Exercise details
Copy every line of the entries that has the string "start" in it.

Material for this exercise

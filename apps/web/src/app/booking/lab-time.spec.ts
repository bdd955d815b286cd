import { formatPeriod, labInstant, localValueAfterHours, localValueOf } from './lab-time';

describe('lab time', () => {
  const period = { start: '2026-10-05T08:00:00Z', end: '2026-10-05T16:00:00Z' };

  it('shows a period in the lab zone only when the viewer shares it', () => {
    expect(formatPeriod(period, 'Europe/London', 'Europe/London')).toBe('Mon 5 Oct 2026, 09:00–17:00 (Europe/London)');
  });

  it('adds the viewer’s own time when their zone differs', () => {
    expect(formatPeriod(period, 'Europe/London', 'America/New_York')).toBe(
      'Mon 5 Oct 2026, 09:00–17:00 (Europe/London); your time Mon 5 Oct 2026, 04:00–12:00 (America/New_York)',
    );
  });

  it('reads a local value as wall time in the lab zone and back', () => {
    const instant = labInstant('2026-10-05T09:00', 'Europe/London');
    expect(instant).toBe('2026-10-05T09:00:00+01:00');
    expect(localValueOf(instant ?? '', 'Europe/London')).toBe('2026-10-05T09:00');
  });

  it('refuses an empty value', () => {
    expect(labInstant('', 'Europe/London')).toBeNull();
  });

  it('adds hours on the wall clock, rounded up to the minute, across midnight', () => {
    expect(localValueAfterHours('2026-10-05T09:00', 3.5)).toBe('2026-10-05T12:30');
    expect(localValueAfterHours('2026-10-05T22:00', 2.01)).toBe('2026-10-06T00:01');
  });

  it('adds nothing to an invalid start or a duration that is not positive', () => {
    expect(localValueAfterHours('', 2)).toBeNull();
    expect(localValueAfterHours('2026-10-05T09:00', 0)).toBeNull();
    expect(localValueAfterHours('2026-10-05T09:00', Number.NaN)).toBeNull();
  });
});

Output for this exercise
  const period = { start: '2026-10-05T08:00:00Z', end: '2026-10-05T16:00:00Z' };
  it('adds nothing to an invalid start or a duration that is not positive', () => {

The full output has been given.